Another problem that some laptops have is that they run so hot that they roast your nuts if you're actually using the laptop on your lap. I think business class laptops are better in this regard than consumer grade laptops. My HP isn't too bad in that regard unless the processor is really getting taxed. But, yeah, I prefer desktops for all these reasons and more.


----------



## SixFootScowl (Oct 17, 2011)

I have a laptop at the office (Dell) and it doesn't matter to me that it is a laptop vs a desktop. At home I have three computers:

Something from 2006, commercial grade that was sold off from the print shop my brother worked at. It is my main computer.

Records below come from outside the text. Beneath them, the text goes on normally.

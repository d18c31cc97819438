package report

import (
	"math"
	"strconv"
	"strings"
	"unicode"
	"unicode/utf8"

	"slowpoint/model"
	"slowpoint/model/unit"
	"slowpoint/rules"
)

// rounding is the way in which a result loses digits.
type rounding int

const (
	nearest rounding = iota
	down             // towards −∞
	up               // towards +∞
)

// round rounds v to a number of decimals. Noise of the last binary digits (1e-7 of a step) moves nothing up or down,
// so that exactly 120 stays 120.
func (r rounding) round(v float64, decimals int) float64 {
	scale := math.Pow(10, float64(decimals))
	x := v * scale
	switch {
	case r == nearest || math.Abs(x-math.Round(x)) < 1e-7:
		x = math.Round(x)
	case r == down:
		x = math.Floor(x)
	case r == up:
		x = math.Ceil(x)
	}
	return x/scale + 0 // never −0
}

// finite tells whether a number exists and may be written.
func finite(v *float64) bool { return v != nil && !math.IsNaN(*v) && !math.IsInf(*v, 0) }

// decimal writes v with a fixed number of decimals and a true minus sign.
func decimal(v float64, decimals int, r rounding) string {
	s := strconv.FormatFloat(r.round(v, decimals), 'f', decimals, 64)
	return strings.Replace(s, "-", "−", 1)
}

// plain writes v with at most a number of decimals and no trailing noughts.
func plain(v float64, decimals int, r rounding) string {
	s := strconv.FormatFloat(r.round(v, decimals), 'f', -1, 64)
	return strings.Replace(s, "-", "−", 1)
}

// sentence gives a remark a capital and a full stop, as the remarks of the prediction have neither; "" stays "".
func sentence(s string) string {
	if s == "" {
		return ""
	}
	s = capital(s)
	if strings.HasSuffix(s, ".") {
		return s
	}
	return s + "."
}

// capital makes the first letter of a text large.
func capital(s string) string {
	first, n := utf8.DecodeRuneInString(s)
	return string(unicode.ToUpper(first)) + s[n:]
}

// The units that the documents write beside those that the program computes in; a difference scales and never shifts.
var (
	degreeF     = unit.Temperature.Unit("°F")
	differenceF = unit.Difference.Unit("°F difference")
	inch        = unit.Length.Unit("in")
)

// fahrenheit turns °C into °F.
func fahrenheit(c float64) float64 { return degreeF.Out(c) }

// temperature writes a calculated temperature (°C) in the user's unit with the other in brackets: "74.1 °C (165.4 °F)".
func (h *Head) temperature(c float64, r rounding) string {
	inC, inF := decimal(c, 1, r)+" °C", decimal(fahrenheit(c), 1, r)+" °F"
	return h.first(inC, inF)
}

// difference writes a difference (K) likewise: "5.0 °C (9.0 °F)".
func (h *Head) difference(k float64, r rounding) string {
	inC, inF := decimal(k, 1, r)+" °C", decimal(differenceF.Out(k), 1, r)+" °F"
	return h.first(inC, inF)
}

// Difference writes how much is lost or lacking (K), rounded up: "5.0 °C (9.0 °F)".
func (h *Head) Difference(k float64) string { return h.difference(k, up) }

// stated writes a temperature that a person stated (°C inside), not rounded beyond a hundredth: "75 °C (167 °F)".
func (h *Head) stated(c float64) string {
	return h.first(plain(c, 2, nearest)+" °C", plain(fahrenheit(c), 2, nearest)+" °F")
}

func (h *Head) first(inC, inF string) string {
	if h.Fahrenheit {
		return inF + " (" + inC + ")"
	}
	return inC + " (" + inF + ")"
}

// roomShown is the longest room that is written out, s: 1000 h.
const roomShown = 3.6e6

// Duration writes seconds as a person says them.
func Duration(s float64) string { return duration(s, nearest) }

// duration writes seconds as a person says them, rounded as asked.
func duration(s float64, r rounding) string {
	if s < 0 {
		back := map[rounding]rounding{nearest: nearest, down: up, up: down}[r]
		return "−" + duration(-s, back)
	}
	if r == down && s >= roomShown { // room beyond that says nothing, and lethality far above its need makes room without end
		return "over 1000 h"
	}
	return unit.Lasting(s, r.round)
}

// mm writes a length (m) in mm.
func mm(m float64) string { return plain(m*1000, 1, nearest) + " mm" }

// length writes a size (m) of a product in the unit that its sizes were typed in, inches with mm in brackets: "1.75 in (44.5 mm)".
func length(p *model.Product, m float64) string {
	if p.Inches {
		return ownLength(p, m) + " (" + mm(m) + ")"
	}
	return mm(m)
}

// ownLength is length without the brackets.
func ownLength(p *model.Product, m float64) string {
	if p.Inches {
		return plain(inch.Out(m), 3, nearest) + " in"
	}
	return mm(m)
}

// needsMore tells whether a larger value is the better one for a finding; it decides which way a value is rounded.
func needsMore(f *rules.Finding) bool {
	l := f.Limit
	if l == nil || l.Kind == nil {
		return false
	}
	timed := l.TimeS != nil && *l.TimeS > 0
	if f.Unit == "min" && l.CompareTime != rules.Usual {
		return l.CompareTime == rules.AtLeast || l.CompareTime == rules.MoreThan
	}
	switch l.Kind.Name {
	case "hold":
		return timed || l.FromC != nil
	case "hold table", "lethality", "humidity", "freeze":
		return true
	case "stay above":
		return l.TimeS == nil
	case "by the end":
		return l.FromC != nil
	}
	return false
}

// quantity writes the value of a finding rounded to the safe side, or what is required (asked: not rounded at all).
func (h *Head) quantity(f *rules.Finding, v *float64, asked bool) string {
	if !finite(v) {
		return ""
	}
	r := up
	if needsMore(f) {
		r = down
	}
	switch f.Unit {
	case "min":
		lethal := f.Limit != nil && f.Limit.Kind == rules.Lethality
		tail := ""
		switch {
		case lethal:
		case *v >= 60 && !asked:
			tail = " (" + duration(*v*60, r) + ")"
		case *v > 0 && *v < 1:
			tail = " (" + plain(*v*60, 1, r) + " s)"
		}
		if asked {
			return plain(*v, 4, nearest) + " min" + tail
		}
		return decimal(*v, 1+btoi(*v > 0 && *v < 1), r) + " min" + tail
	case "°C":
		if asked {
			return h.stated(*v)
		}
		return h.temperature(*v, r)
	case "K":
		if asked {
			return h.first(plain(*v, 2, nearest)+" °C", plain(differenceF.Out(*v), 2, nearest)+" °F")
		}
		return h.difference(*v, r)
	case "log10":
		return plain(*v, 2, r) + " log10"
	case "1":
		if asked || *v == 0 || *v == 1 { // a row that is met at once has no time
			return plain(*v, 2, r)
		}
		return say("times of row", plain(*v, 2, r))
	}
	return strings.TrimSpace(plain(*v, 3, r) + " " + f.Unit)
}

// citation is what the user typed about where a limit comes from.
func citation(l *rules.Limit) string {
	var parts []string
	add := func(before, s string) {
		if s = strings.TrimSpace(s); s != "" {
			parts = append(parts, before+s)
		}
	}
	add("", l.Code)
	if strings.HasPrefix(strings.ToLower(strings.TrimSpace(l.Clause)), "clause") {
		add("", l.Clause)
	} else {
		add("clause ", l.Clause)
	}
	add("edition ", l.Edition)
	add("issued by ", l.IssuedBy)
	if strings.TrimSpace(l.Code) == "" {
		parts = append([]string{"no code named"}, parts...)
	}
	s := strings.Join(parts, ", ")
	switch by, on := strings.TrimSpace(l.ConfirmedBy), strings.TrimSpace(l.ConfirmedOn); {
	case by != "" && on != "":
		s += "; confirmed by " + by + " on " + on
	case by != "":
		s += "; confirmed by " + by
	case on != "":
		s += "; confirmed on " + on
	default:
		s += "; not confirmed"
	}
	return s
}
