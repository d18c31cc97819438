package model

import (
	"math"

	"gonum.org/v1/gonum/blas/blas64"
)

// confocal are the coordinates of a spheroid whose surfaces are spheroids with the same foci, which cut one another at right angles, so that
// heat goes from a control volume to the next straight over the surface between them, and what a surface lets through is known exactly. The first
// is the length σ from the centre to a surface along the shorter axis, by that of the spheroid: 0 on the line or the disc between the foci, which has
// no surface or lets nothing through, 1 on the face. The second goes from 0 at the equator to 1 at the pole, evenly with the angle η from the pole.
// With c the distance of the foci and τ = √(σ²+c²) a place lies τ·cos η up and σ·sin η across if the spheroid is long, σ·cos η up and τ·sin η across if
// it is flat (Moon & Spencer 1961, Field Theory Handbook, section I; from memory, held by tests). A sphere is the limit c = 0.
type confocal struct {
	long bool
	c    float64 // from the centre to a focus, m
	end  float64 // the shorter half axis, m
}

// shells gives the confocal coordinates of a spheroid.
func (s *spheroidMap) shells() *confocal {
	return &confocal{long: s.a > s.b, c: math.Sqrt(math.Abs(s.a*s.a - s.b*s.b)), end: min(s.a, s.b)}
}

// angle gives η, rad, at the second coordinate.
func (q *confocal) angle(x float64) float64 { return math.Pi / 2 * (1 - x) }

// tau gives τ, m, of σ.
func (q *confocal) tau(sigma float64) float64 { return math.Hypot(sigma, q.c) }

func (q *confocal) place(x coord) Place {
	sigma, eta := x[0]*q.end, q.angle(x[1])
	if q.long {
		return Place{UpM: q.tau(sigma) * math.Cos(eta), AcrossM: sigma * math.Sin(eta)}
	}
	return Place{UpM: sigma * math.Cos(eta), AcrossM: q.tau(sigma) * math.Sin(eta)}
}

// coord is the inverse of place; a place outside is moved to the surface.
func (q *confocal) coord(p Place) coord {
	short, wide := math.Abs(p.AcrossM), math.Abs(p.UpM)
	if !q.long {
		short, wide = wide, short
	}
	// short²/σ² + wide²/(σ²+c²) = 1
	b, d := short*short+wide*wide-q.c*q.c, 2*short*q.c
	root := math.Hypot(b, d)
	square := (b + root) / 2
	if b < 0 {
		square = d * d / (2 * (root - b))
	}
	sigma := math.Sqrt(square)
	tau := q.tau(sigma)
	if tau == 0 {
		return coord{}
	}
	along := min(1, wide/tau) // the cosine of the angle from the longer axis
	across := math.Sqrt(1 - along*along)
	if sigma > 0 {
		across = min(1, short/sigma)
	}
	angle := math.Atan2(across, along)
	if q.long {
		angle = math.Pi/2 - angle
	}
	return coord{min(1, sigma/q.end), angle / (math.Pi / 2)}
}

// volume is that between two σ and two cosines of η, by 2π, m³.
func (q *confocal) volume(s0, s1, m0, m1 float64) float64 {
	cube := func(a, b float64) float64 { return (b - a) * (a*a + a*b + b*b) / 3 }
	if q.long {
		t0, t1 := q.tau(s0), q.tau(s1)
		return cube(t0, t1)*(m1-m0) - q.c*q.c*(t1-t0)*cube(m0, m1)
	}
	return cube(s0, s1)*(m1-m0) + q.c*q.c*(s1-s0)*cube(m0, m1)
}

// face is the surface between two cosines of η, by 2π, m².
func (q *confocal) face(m0, m1 float64) float64 {
	sum := 0.0
	for _, g := range gauss5 {
		m := m0 + (m1-m0)*g.x
		if q.long {
			sum += g.w * (m1 - m0) * q.end * math.Sqrt(q.end*q.end+q.c*q.c*(1-m*m))
		} else {
			sum += g.w * (m1 - m0) * q.tau(q.end) * math.Hypot(q.end, q.c*m)
		}
	}
	return sum
}

// shellMarch steps the heat contents of a spheroid in which a front of ice may move, in control volumes between confocal surfaces. Those beside the
// foci are so small that explicit stages would be many: it steps as lineMarch does, and reads its volumes as iceVolumes does.
type shellMarch struct {
	*spaceMarch
	w       []float64 // volumes by 2π, m³
	faceM2  []float64 // by node on the surface, by 2π, m²
	steepM2 []float64 // by node on the surface: how its flow changes with u, by 2π
	rowM    []float64 // by node of the first axis: what it lets through along the second, m
	colM    []float64 // by node of the second: what it lets through along the first

	spread, off                []float64 // of the last look at the neighbours: what u spreads over in a volume to each side of its middle, and the middle's from the node, W/m
	mean, meanU                []float64 // of the last look: mean heat content and its slope by u
	rate, uRate, rate2, uRate2 []float64 // W/m³ and W/(m·s), now and after the last try
	h1, h2, u0, u1, u2         []float64
	b, g0, g1, g2, delta, flow []float64 // by 2π, J and W
	band                       []float64 // by node: the diagonal and the n of the second axis below it
	line                       []float64 // what factor works in
	fresh                      bool      // no step since the surroundings changed
}

// newShellMarch lays out the volumes of n[0] × n[1] nodes.
func newShellMarch(q *confocal, n [2]int, l *law, startC float64) (*shellMarch, *spaceMesh) {
	kind := planeHalf
	if q.long {
		kind = radial
	}
	axes := [3]*spaceAxis{cutAxis(kind, q.end, n[0], roundCrowd, [2]*Face{}), cutAxis(planeHalf, 1, n[1], 1e-6, [2]*Face{}),
		{kind: lumped, n: 1, x: []float64{0}, w: []float64{1}, k: []float64{0}}}
	axes[0].face, axes[1].face = [2]float64{0, 1}, [2]float64{}
	m := &shellMarch{spaceMarch: newSpaceMarch(axes, l, startC)}
	// between gives where a volume of an axis begins and ends
	between := func(a *spaceAxis, i int) (from, to float64) {
		from, to = a.x[0], a.x[a.n-1]
		if i > 0 {
			from = (a.x[i-1] + a.x[i]) / 2
		}
		if i < a.n-1 {
			to = (a.x[i] + a.x[i+1]) / 2
		}
		return from, to
	}
	link := func(a *spaceAxis, i int, g float64) { a.k[i*a.n+i+1], a.k[(i+1)*a.n+i] = g, g }
	for _, a := range axes[:2] {
		clear(a.k)
	}
	for i := range axes[0].n {
		from, to := between(axes[0], i)
		from, to = from*q.end, to*q.end
		row := to - from
		area := q.tau(to) * q.tau(to)
		if q.long {
			row = q.tau(to) - q.tau(from)
			area = q.tau(to) * to
		}
		m.rowM = append(m.rowM, row)
		if i < axes[0].n-1 {
			link(axes[0], i, area/((axes[0].x[i+1]-axes[0].x[i])*q.end))
		}
		for j := range axes[1].n {
			low, high := between(axes[1], j)
			m.w = append(m.w, q.volume(from, to, math.Cos(q.angle(low)), math.Cos(q.angle(high))))
		}
	}
	for j := range axes[1].n {
		low, high := between(axes[1], j)
		m0, m1 := math.Cos(q.angle(low)), math.Cos(q.angle(high))
		m.colM, m.faceM2 = append(m.colM, m1-m0), append(m.faceM2, q.face(m0, m1))
		if j < axes[1].n-1 {
			link(axes[1], j, math.Sin(q.angle(high))/(q.angle(axes[1].x[j])-q.angle(axes[1].x[j+1])))
		}
	}
	for _, s := range []*[]float64{&m.spread, &m.off, &m.mean, &m.meanU, &m.rate, &m.uRate, &m.rate2, &m.uRate2, &m.h1, &m.h2, &m.u0, &m.u1, &m.u2, &m.b,
		&m.g0, &m.g1, &m.g2, &m.delta, &m.flow} {
		*s = make([]float64, m.n)
	}
	copy(m.u0, m.u)
	m.steepM2 = make([]float64, axes[1].n)
	m.band, m.line = make([]float64, m.n*(axes[1].n+1)), make([]float64, axes[1].n+1)
	mesh := newSpaceMesh(axes)
	sum := 0.0
	for _, w := range m.w {
		sum += w
	}
	for i, w := range m.w {
		mesh.w[i] = w / sum
	}
	return m, mesh
}

// conducts fills m.flow with what flows into every volume from its neighbours at u; if anew, it looks at how u spreads in the volumes too.
func (m *shellMarch) conducts(u []float64, anew bool) {
	v, n1 := m.ice, m.axes[1].n
	clear(m.flow)
	clear(m.delta)
	clear(v.near)
	clear(v.shift)
	v.along(0, n1, 0, u, m.flow)
	for i, row := range m.rowM {
		v.along(1, 1, i*n1, u, m.delta)
		for j, col := range m.colM {
			at := i*n1 + j
			m.flow[at] = m.flow[at]*col + m.delta[at]*row
		}
	}
	if !anew {
		return
	}
	if s := m.skins[0][1]; s != nil && s.held {
		v.even(m.spots[0][1])
	}
	for i, near2 := range v.near {
		m.spread[i] = max(leastSpread, math.Sqrt(near2))
		m.off[i] = v.shiftAt(i, u[i])
	}
}

// look reads the mean heat contents of the volumes at u with their slopes.
func (m *shellMarch) look(u []float64) {
	for i, x := range u {
		m.mean[i], m.meanU[i], _ = m.law.byU().mean(x+m.off[i], m.spread[i])
	}
}

// surface adds what flows over the face at u to m.flow, tau s into the step; slopes, unless nil, gets what of it changes with u.
func (m *shellMarch) surface(u []float64, tau float64, slopes []float64) {
	s := m.skins[0][1]
	if s == nil || s.insulated || s.held {
		return
	}
	for j, i := range m.spots[0][1] {
		t, dt := m.law.byU().temperature(u[i])
		q, d := s.flux(t, tau)
		m.flow[i] += q * m.faceM2[j]
		if slopes != nil {
			slopes[j] = d * dt * m.faceM2[j]
		}
	}
}

// held tells whether the face is kept at its medium, and at which u.
func (m *shellMarch) held(tau float64) (u float64, is bool) {
	s := m.skins[0][1]
	if s == nil || !s.held {
		return 0, false
	}
	return m.law.kirchhoff(m.law.heat(s.mediumC(tau))), true
}

// shellNewtonK is where Newton's method ends, K: a small part of what a step may be off.
const shellNewtonK = 5e-3

// looksAnew is how many looks of Newton's method read how u spreads in the volumes: it mostly ends before. The rest keep it, so that they come to an end.
const looksAnew = 12

// solve finds the u of w·h(u) = b + a·F(u) at tau, from u on, and h; it says whether it did.
func (m *shellMarch) solve(u, h []float64, a, tau float64) bool {
	slopes := m.steepM2
	clear(slopes)
	fix, held := m.held(tau)
	for try := range 25 {
		m.conducts(u, try < looksAnew)
		m.look(u)
		m.surface(u, tau, slopes)
		for i := range u {
			m.delta[i] = m.b[i] + a*m.flow[i] - m.w[i]*m.mean[i]
		}
		m.matrix(a, slopes)
		if held {
			p := m.axes[1].n + 1
			for _, i := range m.spots[0][1] { // so stiff that nothing moves it
				m.band[i*p] *= 1e18
				m.delta[i] = (fix - u[i]) * m.band[i*p]
			}
		}
		m.factor()
		m.back(m.delta)
		worst := 0.0
		for i, d := range m.delta {
			u[i] += d
			if d = math.Abs(d) * max(1/unfrozenK, m.meanU[i]*heatCounts); !(d <= worst) {
				if worst = d; math.IsNaN(d) {
					return false
				}
			}
		}
		if worst < shellNewtonK {
			for i, d := range m.delta {
				h[i] = m.mean[i] + m.meanU[i]*d
			}
			return true
		}
	}
	return false
}

// matrix fills the band with w·dh/du - a·dF/du.
func (m *shellMarch) matrix(a float64, slopes []float64) {
	n0, n1 := m.axes[0].n, m.axes[1].n
	p := n1 + 1
	clear(m.band)
	join := func(i, before int, g float64) {
		m.band[i*p] += a * g
		m.band[before*p] += a * g
		m.band[i*p+i-before] -= a * g
	}
	for i := range n0 {
		for j := range n1 {
			at := i*n1 + j
			m.band[at*p] += m.w[at] * m.meanU[at]
			if i > 0 {
				join(at, at-n1, m.axes[0].k[i*n0+i-1]*m.colM[j])
			}
			if j > 0 {
				join(at, at-1, m.axes[1].k[j*n1+j-1]*m.rowM[i])
			}
		}
	}
	for j, i := range m.spots[0][1] {
		m.band[i*p] -= a * slopes[j]
	}
}

// factor brings the band, symmetric and positive, to L·D·L': D stands as its inverse.
func (m *shellMarch) factor() {
	n1 := m.axes[1].n
	p := n1 + 1
	l := m.line
	for i := range m.n {
		row := m.band[i*p : (i+1)*p]
		far := min(i, n1)
		// row[k] is the entry at column i-k
		for k := far; k >= 1; k-- {
			c := i - k
			up := m.band[c*p : (c+1)*p]
			sum := row[k] - blas64.Dot(blas64.Vector{N: far - k, Inc: 1, Data: l[k+1:]}, blas64.Vector{N: far - k, Inc: 1, Data: up[1:]})
			l[k] = sum
			row[k] = sum * up[0]
		}
		d := row[0]
		for k := 1; k <= far; k++ {
			d -= l[k] * row[k]
		}
		row[0] = 1 / d
	}
}

// back solves the factored band for y.
func (m *shellMarch) back(y []float64) {
	n1 := m.axes[1].n
	p := n1 + 1
	for i := range y {
		sum := y[i]
		row := m.band[i*p : (i+1)*p]
		for k := 1; k <= min(i, n1); k++ {
			sum -= row[k] * y[i-k]
		}
		y[i] = sum
	}
	for i := range y {
		y[i] *= m.band[i*p]
	}
	for i := m.n - 1; i >= 0; i-- {
		x, row := y[i], m.band[i*p:(i+1)*p]
		for k := 1; k <= min(i, n1); k++ {
			y[i-k] -= row[k] * x
		}
	}
}

func (m *shellMarch) begin(tau float64) {
	fix, held := m.held(tau)
	if held {
		for _, i := range m.spots[0][1] {
			m.u0[i] = fix
		}
	}
	m.conducts(m.u0, true)
	m.surface(m.u0, tau, nil)
	for i := range m.rate {
		m.rate[i] = m.flow[i] / m.w[i]
	}
	if held {
		m.look(m.u0)
		for _, i := range m.spots[0][1] {
			m.h[i] = m.mean[i]
		}
	}
	m.slopes(m.u0, m.rate, m.uRate, tau)
	m.fresh = true
}

// slopes fills out with the slopes in time of u, W/(m·s), where heat contents change by rate, W/m³; held faces go as their medium does.
func (m *shellMarch) slopes(u, rate, out []float64, tau float64) {
	m.look(u)
	if _, held := m.held(tau); held {
		from := max(0, tau-1)
		a, _ := m.held(from)
		b, _ := m.held(from + 1)
		for _, i := range m.spots[0][1] {
			rate[i] = (b - a) * m.meanU[i]
		}
	}
	for i, r := range rate {
		out[i] = r / m.meanU[i]
	}
}

func (m *shellMarch) try(tau, d float64) float64 {
	a := trGamma / 2 * d
	copy(m.u1, m.u0)
	for i, r := range m.uRate {
		if !m.fresh {
			m.u1[i] += trGamma * d * r
		}
		m.g0[i] = m.w[i] * m.rate[i]
		m.b[i] = m.w[i]*m.h[i] + a*m.g0[i]
	}
	if !m.solve(m.u1, m.h1, a, tau+trGamma*d) {
		return math.Inf(1)
	}
	a1 := 1 / (trGamma * (2 - trGamma))
	for i := range m.b {
		m.g1[i] = (m.w[i]*m.h1[i] - m.b[i]) / a
		m.b[i] = m.w[i] * (a1*m.h1[i] - (a1-1)*m.h[i])
		m.u2[i] = m.u0[i] + (m.u1[i]-m.u0[i])/trGamma
	}
	if !m.solve(m.u2, m.h2, a, tau+d) {
		return math.Inf(1)
	}
	c := 2 * trErrorK * d
	for i := range m.b {
		m.g2[i] = (m.w[i]*m.h2[i] - m.b[i]) / a
		m.rate2[i] = m.g2[i] / m.w[i]
		m.delta[i] = c * (m.g0[i]/trGamma - m.g1[i]/(trGamma*(1-trGamma)) + m.g2[i]/(1-trGamma))
	}
	if _, held := m.held(tau); held {
		for _, i := range m.spots[0][1] {
			m.delta[i] = 0
		}
	}
	m.back(m.delta)
	m.slopes(m.u2, m.rate2, m.uRate2, tau+d)
	at := cubicAt(0, trGamma, d)
	worst := 0.0
	for i, e := range m.delta {
		_, thin := m.law.byU().temperature(m.u2[i])
		worst = max(worst, math.Abs(e)*max(thin, m.meanU[i]*heatCounts))
		if !m.fresh {
			t, _ := m.law.byU().temperature(m.u1[i])
			k, _ := m.law.byU().temperature(at.c0*m.u0[i] + at.s0*m.uRate[i] + at.c1*m.u2[i] + at.s1*m.uRate2[i])
			worst = max(worst, math.Abs(t-k)*betweenCounts)
		}
	}
	if math.IsNaN(worst) {
		return math.Inf(1)
	}
	return worst
}

func (m *shellMarch) accept(k *track, t float64) {
	m.h, m.h2 = m.h2, m.h
	m.u0, m.u2 = m.u2, m.u0
	m.rate, m.rate2 = m.rate2, m.rate
	m.uRate, m.uRate2 = m.uRate2, m.uRate
	m.fresh = false
	m.keep(k, t)
}

func (m *shellMarch) keep(k *track, t float64) {
	c, slope := k.add(t)
	copy(c, m.u0)
	copy(slope, m.uRate)
	copy(m.u, m.u0) // that span reads
}

// firstS is the time in which heat crosses the volumes at the thinnest part of the face.
func (m *shellMarch) firstS() float64 {
	least := math.Inf(1)
	n0 := m.axes[0].n
	for j, i := range m.spots[0][1] {
		least = min(least, m.w[i]*m.meanU[i]/(m.axes[0].k[n0*n0-2]*m.colM[j]))
	}
	return 0.2 * least
}

func (m *shellMarch) save(float64) {
	m.kept = m.kept[:0]
	for _, x := range [][]float64{m.h, m.u0, m.rate, m.uRate} {
		m.kept = append(m.kept, x...)
	}
}

func (m *shellMarch) restore() {
	for i, x := range [][]float64{m.h, m.u0, m.rate, m.uRate} {
		copy(x, m.kept[i*m.n:])
	}
	copy(m.u, m.u0)
}

// shellNodes is how many volumes a spheroid gets from the centre to the face, and near a sphere from the equator to the pole.
const shellNodes, shellTurns = 28, 12

// shellPower is that of the axes' ratio in how many.
const shellPower = 0.4

// layShells lays out a spheroid in which a front of ice may move: one far from a sphere gets more volumes from the equator to the pole, where
// they are longer.
func (s *solver) layShells(f *marched, l *law, e effort) {
	ratio := s.radii[0] / s.radii[1]
	n := [2]int{e.volumes(shellNodes), e.volumes(int(math.Round(shellTurns * math.Pow(ratio, shellPower))))}
	m, mesh := newShellMarch(s.ball.shells(), n, l, s.product.StartC)
	f.state, f.mesh, f.track.ice = m, mesh, l
	nd := &nodes{x: [3][]float64{m.axes[0].x, m.axes[1].x, {0}}}
	f.body = newBody(body{kinds: [3]axisKind{spherical, planeHalf}, radii: s.radii, ball: s.ball, shells: s.ball.shells()}, nd)
}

Asus netbook with not enough RAM.

Amazon Fire tablet 7" which is handy but also tedious as I prefer a keyboard.


----------



## Marinera (May 13, 2016)

Florestan said:


> I have a laptop at the office (Dell) and it doesn't matter to me that it is a laptop vs a desktop. At home I have three computers:
> 
> Something from 2006, commercial grade that was sold off from the print shop my brother worked at. It is my main computer.
> 
> ...


That reminded me that I bought Asus laptop 6yrs ago maybe, but had to return it next day, not enough memory to play video. I've got an impression that Asus laptops were badly balanced, memory, graphic card and generally performance-wise.


----------



## Bettina (Sep 29, 2016)

MacBook Pro. It's great for presentations. It has a lot of storage space, and it plays audio and video clips very well - everything loads up pretty quickly.


----------



## Vasks (Dec 9, 2013)

I've been a Mac guy since the mid-80's, so right now it's a MacPro 15" laptop. It seems like every 5 years, the Mac just dies without warning. So I've learned to backup every day my daily work on my compositions. This one's 2 years old. So even tho' time is on my side, I still backup on an external drive every day.


----------



## Manxfeeder (Oct 19, 2010)

I have a Toshiba Satellite touchscreen. I have had it for a year and haven't had a problem with it.


----------



## Guest (May 16, 2017)

HP Pavilion, which I use only for playing back hi-res audio files through my computer and for travel; otherwise, I'm a PC man! The HP is fine--gets the job done and is reliable.


----------



## SixFootScowl (Oct 17, 2011)

Kontrapunctus said:


> HP Pavilion, which I use only for playing back hi-res audio files through my computer and for travel; otherwise, I'm a PC man! The HP is fine--gets the job done and is reliable.


I have an old HP Pavillion from 2006 that I plan to put back in use as a print station. It had Vista but soon will have Linux Mint operating system.


----------



## Guest (May 16, 2017)

Florestan said:


> I have an old HP Pavillion from 2006 that I plan to put back in use as a print station. It had Vista but soon will have Linux Mint operating system.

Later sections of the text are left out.